(Collected data)
****************
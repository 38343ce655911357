"""Rasters joined where they share a lattice of cells, and heights taken from them onto a grid.

Tiles with the same CRS, cell and alignment are one lattice here, as if they were one file: a value
between two tiles is interpolated from both, so that no seam and no gap is left. Where tiles
overlap, the earlier one counts and the later ones fill its holes.
"""

import math
from collections.abc import Sequence
from dataclasses import dataclass
from functools import lru_cache

import numpy as np
from affine import Affine
from numpy.typing import ArrayLike, NDArray
from pyproj import CRS, Transformer

from planner.geodesy import transformer_from_wgs84
from planner.io.rasters import Raster, Tally, coordinates, read_heights_m

_SAME_LATTICE = 0.01  # cells by which the far corner of a tile may be off the common lattice

Box = tuple[float, float, float, float]  # left, bottom, right, top


@dataclass(frozen=True, slots=True, kw_only=True, eq=False)
class Part:
    """A raster and the place of its first cell on the lattice."""

    raster: Raster
    row: int
    col: int


@dataclass(frozen=True, slots=True, kw_only=True, eq=False)
class Mosaic:
    """Rasters on one lattice of cells, the first of which counts first."""

    crs: CRS
    transform: Affine  # from (col, row) of the lattice's cell corners to the CRS's coordinates
    parts: tuple[Part, ...]
    turn: float  # a full turn of longitude in the CRS's unit; 0 for projected ones
    middle: float  # longitude from which longitudes count, in the CRS's unit; 0 for projected ones

    def extent(self) -> tuple[int, int, int, int]:
        """(top, left, bottom, right) of all parts in whole cells of the lattice."""
        return (
            min(part.row for part in self.parts),
            min(part.col for part in self.parts),
            max(part.row + part.raster.rows for part in self.parts),
            max(part.col + part.raster.cols for part in self.parts),
        )

    def row_col(
        self, crs: CRS, easting: ArrayLike, northing: ArrayLike
    ) -> tuple[NDArray[np.float64], NDArray[np.float64]]:
        """Fractional (row, col) on the lattice, whole at centres, of places in a CRS; or NaN."""
        x, y = _transformer(crs, self.crs).transform(
            np.asarray(easting, dtype=float), np.asarray(northing, dtype=float)
        )
        lost = ~(np.isfinite(x) & np.isfinite(y))
        x, y = np.where(lost, np.nan, x), np.where(lost, np.nan, y)
        if self.turn:
            x = self.middle + np.mod(x - self.middle + 0.5 * self.turn, self.turn) - 0.5 * self.turn
        col, row = coordinates(~self.transform, x, y)
        return row - 0.5, col - 0.5

    def covers(self, row: float, col: float) -> bool:
        """Whether a place on the lattice lies on one of the rasters."""
        return any(
            part.row - 0.5 <= row <= part.row + part.raster.rows - 0.5
            and part.col - 0.5 <= col <= part.col + part.raster.cols - 0.5
            for part in self.parts
        )

    def heights_m(
        self, top: int, left: int, rows: int, cols: int, tally: Tally
    ) -> NDArray[np.float32]:
        """Heights [rows, cols] of a window of the lattice; NaN for holes and where no raster is."""
        heights: NDArray[np.float32] | None = None
        for part in self.parts:
            first_row, last_row = max(top, part.row), min(top + rows, part.row + part.raster.rows)
            first_col, last_col = max(left, part.col), min(left + cols, part.col + part.raster.cols)
            if first_row >= last_row or first_col >= last_col:
                continue
            shape = (last_row - first_row, last_col - first_col)
            place = (
                slice(first_row - top, last_row - top),
                slice(first_col - left, last_col - left),
            )
            if heights is not None and not np.isnan(heights[place]).any():
                continue
            read = read_heights_m(
                part.raster, first_row - part.row, first_col - part.col, *shape, tally
            )
            if heights is None and shape == (rows, cols):
                heights = read
                continue
            if heights is None:
                heights = np.full((rows, cols), np.nan, dtype=np.float32)
            np.copyto(heights[place], read, where=np.isnan(heights[place]))
        return np.full((rows, cols), np.nan, dtype=np.float32) if heights is None else heights


@lru_cache(maxsize=64)
def _transformer(source: CRS, target: CRS) -> Transformer:
    return Transformer.from_crs(source, target, always_xy=True)


def mosaics(rasters: Sequence[Raster], latitude: float, longitude: float) -> list[Mosaic]:
    """Rasters joined by lattice, in the order in which the lattices first appear.

    ``latitude`` and ``longitude`` are the middle of the area: a raster in degrees counts where it
    lies within half a turn of it, so one that spans the earth may stand on both sides.
    """
    joined: list[Mosaic] = []
    for raster in rasters:
        turn = middle = 0.0
        turns = [0]
        if raster.crs.is_geographic:
            turn = 2.0 * math.pi / raster.crs.axis_info[0].unit_conversion_factor
            middle = float(transformer_from_wgs84(raster.crs).transform(longitude, latitude)[0])
            x, _ = coordinates(raster.transform, *_corners(raster))
            turns = [
                count
                for count in range(-2, 3)
                if x.min() + count * turn < middle + 0.5 * turn
                and x.max() + count * turn > middle - 0.5 * turn
            ]
        for count in turns:
            a, b, c, d, e, f = tuple(raster.transform)[:6]
            transform = Affine(a, b, c + count * turn, d, e, f)
            _join(joined, raster, transform, turn, middle)
    return joined


def _corners(raster: Raster) -> tuple[NDArray[np.float64], NDArray[np.float64]]:
    """(cols, rows) of the four corners, the first cell's outer corner first."""
    cols, rows = float(raster.cols), float(raster.rows)
    return np.array([0.0, cols, 0.0, cols]), np.array([0.0, 0.0, rows, rows])


def _join(
    joined: list[Mosaic], raster: Raster, transform: Affine, turn: float, middle: float
) -> None:
    """Add a raster to the lattice that it shares, or as a new one."""
    for index, mosaic in enumerate(joined):
        if not mosaic.crs.equals(raster.crs, ignore_axis_order=True):
            continue
        cols, rows = _corners(raster)
        x, y = coordinates(~mosaic.transform, *coordinates(transform, cols, rows))
        col, row = round(float(x[0])), round(float(y[0]))
        if max(np.abs(x - cols - col).max(), np.abs(y - rows - row).max()) < _SAME_LATTICE:
            parts = (*mosaic.parts, Part(raster=raster, row=row, col=col))
            joined[index] = Mosaic(
                crs=mosaic.crs, transform=mosaic.transform, parts=parts, turn=turn, middle=middle
            )
            return
    joined.append(
        Mosaic(
            crs=raster.crs,
            transform=transform,
            parts=(Part(raster=raster, row=0, col=0),),
            turn=turn,
            middle=middle,
        )
    )


def needed_part(mosaic: Mosaic, crs: CRS, box: Box) -> tuple[Mosaic | None, Box]:
    """The mosaic with only those rasters that reach into a box of a CRS, and their extent there.

    The extent is (left, bottom, right, top) in ``crs``, not cut to the box. None if there are none.
    """
    easting, northing = np.meshgrid(
        np.linspace(box[0], box[2], 33), np.linspace(box[1], box[3], 33)
    )
    rows, cols = mosaic.row_col(crs, easting, northing)
    if not np.isfinite(rows).any():
        return None, box
    # Between the points the box may reach a little further on the lattice than at the points.
    row_margin = 1.0 + 0.05 * float(np.nanmax(rows) - np.nanmin(rows))
    col_margin = 1.0 + 0.05 * float(np.nanmax(cols) - np.nanmin(cols))
    top, bottom = float(np.nanmin(rows)) - row_margin, float(np.nanmax(rows)) + row_margin
    left, right = float(np.nanmin(cols)) - col_margin, float(np.nanmax(cols)) + col_margin
    back = _transformer(mosaic.crs, crs)
    parts: list[Part] = []
    corners: list[Box] = []
    for part in mosaic.parts:
        first_row, last_row = max(top, part.row), min(bottom, part.row + part.raster.rows)
        first_col, last_col = max(left, part.col), min(right, part.col + part.raster.cols)
        if first_row >= last_row or first_col >= last_col:
            continue
        col, row = np.meshgrid(
            np.linspace(first_col, last_col, 33), np.linspace(first_row, last_row, 33)
        )
        x, y = back.transform(*coordinates(mosaic.transform, col, row))
        if not np.isfinite(x).any():
            continue
        finite = np.isfinite(x) & np.isfinite(y)
        x, y = x[finite], y[finite]
        parts.append(part)
        corners.append((float(x.min()), float(y.min()), float(x.max()), float(y.max())))
    if not parts:
        return None, box
    ends = np.array(corners)
    extent = (
        float(ends[:, 0].min()),
        float(ends[:, 1].min()),
        float(ends[:, 2].max()),
        float(ends[:, 3].max()),
    )
    kept = Mosaic(
        crs=mosaic.crs,
        transform=mosaic.transform,
        parts=tuple(parts),
        turn=mosaic.turn,
        middle=mosaic.middle,
    )
    return kept, extent
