"""Patterns that are known in every direction, and what their two cuts make of them."""

from collections.abc import Callable, Iterable, Iterator
from dataclasses import astuple, dataclass

import numpy as np
from numpy.typing import NDArray

from planner.antenna import Pattern, TwoCutPattern, formula_pattern, two_cut_pattern
from planner.antenna.interpolation import INTERPOLATIONS, Interpolation

Gains = Callable[[NDArray[np.float64], NDArray[np.float64]], NDArray[np.float64]]
CUT_STEP_DEG = 0.5
AZIMUTHS_DEG = np.arange(-179.0, 180.0, 2.0)[np.newaxis, :]
ELEVATIONS_DEG = np.arange(-89.5, 90.0, 1.0)[:, np.newaxis]
LOWEST_DB = -100.0


def array_gains(
    rows: int, columns: int, *, tapered: bool, downtilt_deg: float = 0.0, behind_db: float = -30.0
) -> Gains:
    """A rectangular array before a reflector, summed element by element. [dB below its peak]

    Rows 0.7 and columns 0.5 wavelengths apart; evenly fed, or less towards the edges (a raised
    cosine on a pedestal of 0.35). An element radiates as ((1 + cos psi) / 2)^2, psi being the angle
    off the boresight, and besides ``behind_db`` all around.
    """

    def feed(number: int) -> NDArray[np.float64]:
        place = (np.arange(number) - 0.5 * (number - 1)) / max(0.5 * number, 1.0)
        shape = 0.35 + 0.65 * np.cos(0.5 * np.pi * place) ** 2 if tapered else np.ones(number)
        return shape / shape.sum()

    def line(number: int, spacing: float, sine: NDArray[np.float64]) -> NDArray[np.float64]:
        field = np.zeros(sine.shape, dtype=complex)
        for place, current in enumerate(feed(number)):
            field += current * np.exp(2j * np.pi * spacing * place * sine)
        return np.abs(field) ** 2

    def gains(
        azimuth_deg: NDArray[np.float64], elevation_deg: NDArray[np.float64]
    ) -> NDArray[np.float64]:
        azimuth_rad, elevation_rad = np.radians(azimuth_deg), np.radians(elevation_deg)
        forward = np.cos(elevation_rad) * np.cos(azimuth_rad)
        right = np.cos(elevation_rad) * np.sin(azimuth_rad)
        up = np.sin(elevation_rad) + np.sin(np.radians(downtilt_deg))
        element = (0.5 + 0.5 * forward) ** 2 + 10.0 ** (0.1 * behind_db)
        power = element * line(rows, 0.7, up) * line(columns, 0.5, right)
        return 10.0 * np.log10(np.maximum(power, 10.0 ** (0.1 * LOWEST_DB)))

    return gains


def formula_gains(formula: str, *, downtilt_deg: float = 0.0, **keys: float | str) -> Gains:
    """Gains of a published formula at 5.6 GHz unless ``frequency_mhz`` is given. [dBi]"""
    values: dict[str, float | str] = {"frequency_mhz": 5600.0, "gain_dbi": 17.0} | keys
    pattern: Pattern = formula_pattern("known", formula, **values)  # type: ignore[arg-type]
    tilt_deg = downtilt_deg if pattern.tilts_electrically else None

    def gains(
        azimuth_deg: NDArray[np.float64], elevation_deg: NDArray[np.float64]
    ) -> NDArray[np.float64]:
        return pattern.gain(azimuth_deg, elevation_deg, electrical_downtilt_deg=tilt_deg)

    return gains


def known_patterns() -> Iterator[tuple[str, Gains]]:
    """(name, gains) of the patterns of the study."""
    for tapered in (False, True):
        for rows, columns in ((4, 1), (8, 1), (8, 2), (8, 4), (8, 8)):
            name = f"{'tapered' if tapered else 'uniform'} array, {rows} × {columns}"
            yield name, array_gains(rows, columns, tapered=tapered)
    yield "tapered array, 12 × 2, tilt 6°", array_gains(12, 2, tapered=True, downtilt_deg=6.0)
    for width_deg in (65.0, 90.0, 120.0):
        keys = {"azimuth_beamwidth_deg": width_deg, "elevation_beamwidth_deg": 7.0}
        yield "F.1336-5, average", formula_gains("F.1336-5", **keys)
    yield "F.1336-5, peak", formula_gains("F.1336-5", side_lobes="peak", **keys)
    keys = {"azimuth_beamwidth_deg": 60.0, "elevation_beamwidth_deg": 7.0}
    yield "F.1336-5, 24 GHz", formula_gains("F.1336-5", frequency_mhz=24000.0, **keys)
    for columns in (1, 2, 4, 8):
        for tilt_deg in (0.0, 6.0):
            tilt = f", tilt {tilt_deg:g}°" if tilt_deg else ""
            yield (
                f"M.2101, 8 × {columns}{tilt}",
                formula_gains("M.2101", rows=8, columns=columns, row_spacing_wavelengths=0.7,
                              downtilt_deg=tilt_deg),
            )  # fmt: skip
    yield "TR 38.901 element", formula_gains("TR 38.901", gain_dbi=8.0)
    yield "F.1245 dish, 0.3 m", formula_gains("F.1245", gain_dbi=23.0, diameter_m=0.3)


def cuts_of(
    gains: Gains, interpolation: Interpolation, *, rear_half: bool = True
) -> tuple[TwoCutPattern, float]:
    """Pattern of the two cuts through the peak, its gain 0 dBi; and the true peak. [dB]"""
    around = np.arange(-180.0, 180.0, CUT_STEP_DEG)
    front = np.abs(around) <= 90.0
    elevations = np.where(front, around, np.copysign(180.0, around) - around)
    vertical = gains(np.where(front, 0.0, 180.0), elevations)
    peak_elevation = around[front][np.argmax(vertical[front])]
    horizontal = gains(around, np.full(around.size, peak_elevation))
    peak_db = float(horizontal.max())
    kept = np.ones(around.size, dtype=bool) if rear_half else front
    pattern = two_cut_pattern(
        name="cuts",
        gain_dbi=0.0,
        horizontal_angle_deg=around,
        horizontal_level_db=np.clip(horizontal - peak_db, LOWEST_DB, 0.0),
        vertical_angle_deg=around[kept],
        vertical_level_db=np.clip(vertical[kept] - peak_db, LOWEST_DB, 0.0),
        interpolation=interpolation,
    )
    return pattern, peak_db


@dataclass(frozen=True, slots=True, kw_only=True)
class Misfit:
    """How far an interpolation is from the truth, over the sphere. [dB]"""

    near_rms_db: float  # where the truth is within 15 dB of the peak
    near_worst_db: float
    wide_rms_db: float  # within 30 dB
    wide_worst_db: float
    radiated_power_db: float  # in excess of the truth: so much too low is the directivity


def misfit(pattern: Pattern, gains: Gains, peak_db: float) -> Misfit:
    """Compare on a grid of 2 by 1 degrees, each direction weighted by its share of the sphere."""
    true_db = gains(AZIMUTHS_DEG, ELEVATIONS_DEG) - peak_db
    error_db = pattern.gain(AZIMUTHS_DEG, ELEVATIONS_DEG) - true_db
    weight = np.broadcast_to(np.cos(np.radians(ELEVATIONS_DEG)), true_db.shape)
    near, wide = true_db > -15.0, true_db > -30.0

    def rms(where: NDArray[np.bool_]) -> float:
        return float(np.sqrt(np.average(error_db[where] ** 2, weights=weight[where])))

    def radiated(level_db: NDArray[np.float64]) -> float:
        return float(10.0 * np.log10(np.sum(weight * 10.0 ** (0.1 * level_db))))

    return Misfit(
        near_rms_db=rms(near),
        near_worst_db=float(np.abs(error_db[near]).max()),
        wide_rms_db=rms(wide),
        wide_worst_db=float(np.abs(error_db[wide]).max()),
        radiated_power_db=radiated(true_db + error_db) - radiated(true_db),
    )


def study_table(*, rear_half: bool = True) -> Iterator[str]:
    """Lines of a table: what each interpolation makes of each known pattern, and of all."""
    yield f"| pattern | widths | {' | '.join(INTERPOLATIONS)} |"
    yield "|---|---|" + "---|" * len(INTERPOLATIONS)
    every = []
    for name, gains in known_patterns():
        found = []
        for way in INTERPOLATIONS:
            pattern, peak_db = cuts_of(gains, way, rear_half=rear_half)
            found.append(astuple(misfit(pattern, gains, peak_db)))
        every.append(found)
        widths = f"{pattern.azimuth_beamwidth_deg:.0f} × {pattern.elevation_beamwidth_deg:.0f}"
        yield f"| {name} | {widths} | {' | '.join(_cell(figures) for figures in found)} |"
    figures = np.array(every)
    together = np.sqrt((figures**2).mean(axis=0))
    worst = np.abs(figures).max(axis=0)
    together[:, 1], together[:, 3] = worst[:, 1], worst[:, 3]
    yield f"| all | | {' | '.join(_cell(figures) for figures in together)} |"


def _cell(figures: Iterable[float]) -> str:
    near_rms, near_worst, wide_rms, wide_worst, power = figures
    return f"{near_rms:.2f}, {near_worst:.1f}; {wide_rms:.1f}, {wide_worst:.0f}; {power:+.2f}"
****************
* _YOUR OBJECTIVE_
Which lines of the data contain the string "what"? Copy each of them.

* _PROBLEM SOLUTION_
"""Patterns that are known in every direction, and what their two cuts make of them."""
    """Lines of a table: what each interpolation makes of each known pattern, and of all."""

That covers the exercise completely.